──────── Excerpted records ────────

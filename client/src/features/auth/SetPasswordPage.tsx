import { useForm } from 'react-hook-form';
import { zodResolver } from '@hookform/resolvers/zod';
import { z } from 'zod';
import { Link, useNavigate, useSearchParams } from 'react-router-dom';
import { PASSWORD_MIN_LENGTH, SetPasswordBodySchema } from '@shared/schemas/users';
import { Field } from '../../components/Field';
import { Button } from '../../components/Button';
import { Alert, ErrorAlert } from '../../components/Alert';
import { formatDateTime } from '../../lib/format';
import { AuthFrame } from './AuthFrame';
import { usePasswordLink, useSetPassword } from './api';

const FormSchema = z
  .object({ password: SetPasswordBodySchema.shape.password, repeat: z.string() })
  .refine((values) => values.password === values.repeat, { message: 'the two passwords differ', path: ['repeat'] });
type Form = z.infer<typeof FormSchema>;

/** Where invitation and reset links lead: /set-password?token=… */
export default function SetPasswordPage() {
  const [params] = useSearchParams();
  const token = params.get('token');
  const navigate = useNavigate();
  const link = usePasswordLink(token);
  const setPassword = useSetPassword();
  const form = useForm<Form>({ resolver: zodResolver(FormSchema), defaultValues: { password: '', repeat: '' } });
  const { errors } = form.formState;

  const footer = <Link to="/sign-in" className="text-accent underline">Back to sign-in</Link>;
  if (!token)
    return (
      <AuthFrame title="Set your password" footer={footer}>
        <Alert tone="breach">This address has no link token. Open the link from your invitation or reset mail, or ask for a new one.</Alert>
      </AuthFrame>
    );
  if (link.isPending)
    return (
      <AuthFrame title="Set your password" footer={footer}>
        <p className="text-sm text-ink-soft">Checking the link…</p>
      </AuthFrame>
    );
  if (link.isError)
    return (
      <AuthFrame title="Set your password" footer={<Link to="/forgot-password" className="text-accent underline">Ask for a new link</Link>}>
        <ErrorAlert error={link.error} />
      </AuthFrame>
    );

  const info = link.data;
  const submit = form.handleSubmit((values) =>
    setPassword.mutate({ token, password: values.password }, { onSuccess: () => navigate('/sign-in?reset=done', { replace: true }) }),
  );
  return (
    <AuthFrame title={info.purpose === 'invitation' ? 'Welcome to Loadline' : 'Choose a new password'} footer={footer}>
      <form onSubmit={submit} noValidate className="flex flex-col gap-4">
        <p className="text-sm text-ink-soft">
          {info.purpose === 'invitation' ? `${info.name}, choose a password for ` : 'A new password for '}
          <span className="font-medium text-ink">{info.email}</span>. The link works once, until {formatDateTime(info.expiresAt)}.
        </p>
        {setPassword.isError ? <ErrorAlert error={setPassword.error} /> : null}
        <Field label="New password" hint={`At least ${PASSWORD_MIN_LENGTH} characters.`} error={errors.password?.message}>
          <input type="password" autoComplete="new-password" autoFocus className="field-input" {...form.register('password')} />
        </Field>
        <Field label="Repeat the password" error={errors.repeat?.message}>
          <input type="password" autoComplete="new-password" className="field-input" {...form.register('repeat')} />
        </Field>
        <Button type="submit" variant="primary" disabled={setPassword.isPending} className="w-full">
          Set password
        </Button>
      </form>
    </AuthFrame>
  );
}
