/** The form's own flat shape; it becomes ModelRunParameters on submit. Rules that need the asset list sit in the factory. */
function formSchema(assets: Asset[], lists: AssetListSummary[]) {
  return z
    .object({
      label: z.string().max(60, 'at most 60 characters'),
      universeKind: z.enum(['all', 'sectors', 'assets', 'list']),
      listId: z.string(),
      sectors: z.array(z.string()),
      symbols: z.string(),
      windowKind: z.enum(['last', 'dates']),
      lastN: z.number({ error: 'enter a whole number' }).int('enter a whole number'),
      from: z.string(),
      to: z.string(),
      weighting: z.enum(['equal', 'exponential']),
      halfLife: z.number({ error: 'enter a number of periods' }),
      mean: z.enum(['sample', 'zero']),
      estimator: z.enum(ESTIMATORS),
      factorsMode: z.enum(['number', 'recommend']),
      factors: z.number({ error: 'enter a whole number' }).int('enter a whole number'),
      missing: z.enum(['em', 'complete-rows', 'drop-assets']),
    })
    .superRefine((v, ctx) => {
      const issue = (path: string, message: string) => ctx.addIssue({ code: 'custom', path: [path], message });
      const universeSize = universeSizeOf(v, assets, lists);
      if (v.universeKind === 'sectors' && !v.sectors.length) issue('sectors', 'choose at least one sector');
      if (v.universeKind === 'assets') {
        const symbols = splitSymbols(v.symbols);
        const known = new Set(assets.map((a) => a.symbol));
        const unknown = symbols.filter((s) => !known.has(s));
        if (symbols.length < 2) issue('symbols', 'list at least two symbols');
        else if (unknown.length) issue('symbols', `unknown symbol${unknown.length > 1 ? 's' : ''}: ${unknown.slice(0, 5).join(', ')}`);
      }
      if (v.universeKind === 'list' && !lists.some((l) => String(l.id) === v.listId)) issue('listId', 'choose a saved list');
      if (v.windowKind === 'last' && v.lastN < MIN_OBSERVATIONS_PER_ASSET) issue('lastN', `the window needs at least ${MIN_OBSERVATIONS_PER_ASSET} observations per asset`);
      if (v.windowKind === 'dates') {
        if (!/^\d{4}-\d{2}-\d{2}$/.test(v.from)) issue('from', 'choose a start date');
        if (!/^\d{4}-\d{2}-\d{2}$/.test(v.to)) issue('to', 'choose an end date');
        else if (v.from > v.to) issue('to', 'the end date must not be before the start date');
      }
      if (v.weighting === 'exponential' && !(v.halfLife > 0)) issue('halfLife', 'the half-life must be a positive number of periods');
      if ((v.estimator === 'fa' || v.estimator === 'ppca') && v.factorsMode === 'number') {
        if (v.factors < 1) issue('factors', 'at least one factor');
        else if (v.factors > maxFactorsFor(universeSize)) issue('factors', factorsLimitMessage(universeSize));
      }
    });
}
type FormValues = z.infer<ReturnType<typeof formSchema>>;
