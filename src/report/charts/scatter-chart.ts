/** Scatter plot of one or more point series, with an optional fitted line and/or 1:1 line. */
import { esc, px } from '../escape.js';
import { createFrame, emptyChart, extentOf } from './chart-frame.js';
import { LEGEND_ROW_PX, legendNeedsOwnRow, legendRow, seriesColour } from './legend.js';
import type { LegendItem } from './legend.js';

export interface ScatterSeries {
  label: string;
  x: ArrayLike<number>;
  y: ArrayLike<number>;
  colour?: string;
}

export interface ScatterSpec {
  id: string;
  title: string;
  xLabel: string;
  yLabel: string;
  series: readonly ScatterSeries[];
  /** A straight line y = intercept + slope·x drawn across the plot (e.g. a fitted line). */
  line?: { slope: number; intercept: number; label: string };
  /** Draw the y = x line (and make both axes share one domain). */
  identity?: boolean;
  width?: number;
  height?: number;
}

export function scatterChart(spec: ScatterSpec): string {
  const xs = spec.series.map((s) => s.x);
  const ys = spec.series.map((s) => s.y);
  let xd = extentOf(...xs);
  let yd = extentOf(...ys);
  const count = spec.series.reduce((n, s) => n + countPairs(s), 0);
  if (count === 0) return emptyChart(spec.id, spec.title, 'No stations with both values.');
  if (spec.identity) {
    const both = extentOf(xd, yd);
    xd = both;
    yd = both;
  }
  const legend: LegendItem[] = [];
  if (spec.identity) legend.push({ label: '1:1', colour: '#444', kind: 'dash' });
  if (spec.series.length > 1 || spec.line || spec.identity) spec.series.forEach((s, i) => legend.push({ label: s.label, colour: s.colour ?? seriesColour(i), kind: 'point' }));
  const hasLine = spec.line !== undefined && Number.isFinite(spec.line.slope) && Number.isFinite(spec.line.intercept);
  if (spec.line && hasLine) legend.push({ label: spec.line.label, colour: '#d55e00', kind: 'line' });
  const width = spec.width ?? (spec.identity ? 560 : 640);
  const ownRow = legendNeedsOwnRow(spec.title, legend, width);
  const f = createFrame({
    id: spec.id,
    title: spec.title,
    xLabel: spec.xLabel,
    yLabel: spec.yLabel,
    xDomain: xd,
    yDomain: yd,
    ...(spec.identity ? { equalAspect: 1 } : {}),
    ...(ownRow ? { topPad: LEGEND_ROW_PX } : {}),
    width,
    height: spec.height ?? (spec.identity ? 500 : 400),
  });
  const marks: string[] = [];
  if (spec.identity) {
    const [a, b] = [Math.max(f.xDomain[0], f.yDomain[0]), Math.min(f.xDomain[1], f.yDomain[1])];
    marks.push(`<line class="ref-line" x1="${px(f.sx(a))}" y1="${px(f.sy(a))}" x2="${px(f.sx(b))}" y2="${px(f.sy(b))}" stroke="#444" stroke-width="1.2" stroke-dasharray="5 3"/>`);
  }
  spec.series.forEach((s, i) => {
    const colour = s.colour ?? seriesColour(i);
    const dots: string[] = [];
    const n = Math.min(s.x.length, s.y.length);
    for (let k = 0; k < n; k++) {
      const x = s.x[k] as number;
      const y = s.y[k] as number;
      if (Number.isFinite(x) && Number.isFinite(y)) dots.push(`<circle cx="${px(f.sx(x))}" cy="${px(f.sy(y))}" r="3"/>`);
    }
    marks.push(`<g class="points" fill="${esc(colour)}" fill-opacity="0.75" stroke="#fff" stroke-width="0.4">${dots.join('')}</g>`);
  });
  if (spec.line && hasLine) {
    const { slope, intercept } = spec.line;
    const [x0, x1] = f.xDomain;
    marks.push(
      `<line class="fit-line" x1="${px(f.sx(x0))}" y1="${px(f.sy(intercept + slope * x0))}" x2="${px(f.sx(x1))}" y2="${px(f.sy(intercept + slope * x1))}" stroke="#d55e00" stroke-width="2"/>`,
    );
  }
  const legendY = ownRow ? 20 + LEGEND_ROW_PX : 20;
  return f.open() + `<g class="marks" clip-path="url(#${esc(f.clipId)})">${marks.join('')}</g>` + legendRow(legend, f.left + f.plotWidth, legendY) + f.close();
}

function countPairs(s: ScatterSeries): number {
  let n = 0;
  for (let k = 0; k < Math.min(s.x.length, s.y.length); k++) if (Number.isFinite(s.x[k] as number) && Number.isFinite(s.y[k] as number)) n++;
  return n;
}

────────

▶ **Exercise**
The answer must consist of every line above that holds the string "soft", copied exactly.

▶ **Solution to this problem**
        <p className="text-sm text-ink-soft">Checking the link…</p>
        <p className="text-sm text-ink-soft">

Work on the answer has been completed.